Rico Linhas Aéreas Flight 4815 was a domestic scheduled passenger flight from São Paulo de Olivença, via Tefé, to Manaus, the capital of Amazonas state, northwest Brazil. On 14 May 2004, the aircraft operating the flight, an Embraer EMB 120 Brasilia, crashed into the dense Amazon rainforest while on approach to Manaus. All 33 people on board were killed.

== Background ==
=== Aircraft ===
The aircraft involved, manufactured in 1988, was a twin-engine Embraer EMB 120ER registered as PTWRO. The engine, propeller, and aircraft logbooks were all up to date.

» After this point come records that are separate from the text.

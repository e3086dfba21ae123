package org.specimenledger.reliability;

import java.io.IOException;
import java.nio.file.Files;
import org.specimenledger.system.EmbeddedPostgresServer;

/**
 * An admin JDBC URL of a PostgreSQL server the reliability suite may create databases on: the one named by
 * {@code LEDGER_TEST_DB_URL}, else an embedded server started once for this JVM.
 */
final class AdminDatabase {

    private static String url;

    private AdminDatabase() {
    }

    static synchronized String url() {
        if (url == null) {
            String given = System.getenv("LEDGER_TEST_DB_URL");
            if (given != null && !given.isBlank()) {
                url = given;
            } else {
                try {
                    EmbeddedPostgresServer server = EmbeddedPostgresServer.start(
                            Files.createTempDirectory("ledger-rel-pg").resolve("data"), 0);
                    Runtime.getRuntime().addShutdownHook(new Thread(server::close));
                    url = server.jdbcUrl("postgres");
                } catch (IOException e) {
                    throw new IllegalStateException(e);
                }
            }
        }
        return url;
    }
}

=== Passengers and crew ===
There were 30 passengers and 3 crew members on board the aircraft. The captain of the flight had over 19,000 flight hours, 5,819 of which were on this type of aircraft. The first officer had almost 12,000 flight hours, of which 4,637 were on this type of aircraft. Both pilots were qualified and experienced enough to operate the flight.

==Accident==
The aircraft departed Tefé Airport at 17:30 AMT (UTC−04:00) en route to Eduardo Gomes International Airport, Manaus. At 18:26, 64 nmi away from the airport, the aircraft was cleared to descend to 8000 ft, and subsequently cleared to 2000 ft. At 18:31, in order to maintain separation from another aircraft, the flight was placed under radar vectoring and instructed to follow certain headings. At 18:34, the aircraft was given its last heading guidance, still instructed to maintain 2,000 feet, and at 18:35:03 the crew confirmed these instructions. This was the final contact between the flight and air traffic control. Less than 30 seconds later the CVR recording ended when the aircraft impacted an equatorial forest at an altitude of 550 ft, wings level, at over 250 kn. All 33 passengers and crew were killed.

== Aftermath ==
The next day, at 00:10, after a six-hour search near the river of Rio Negro, local emergency services located the crash site with rescue teams arriving there at 00:28, reporting that the aircraft had been destroyed with all occupants having been killed.

== Investigation ==
Investigators managed to locate the aircraft's digital flight data recorder (DFDR) and cockpit voice recorder (CVR). Due to the severity of the destruction at the crash site, the aircraft's digital flight data acquisition unit (DFDAU) could not be found. Although the DFDR's outer casing was badly damaged by the crash, the inner protective casing was intact. Both flight recorders were sent to Embraer, but were too damaged to carry out a proper reading. The recorders were then sent to the National Transportation Safety Board's (NTSB) laboratories in Washington, DC, United States, where an attempt at reading the DFDR was unsuccessful due to the recording head being dirty. The readout of the CVR was successful.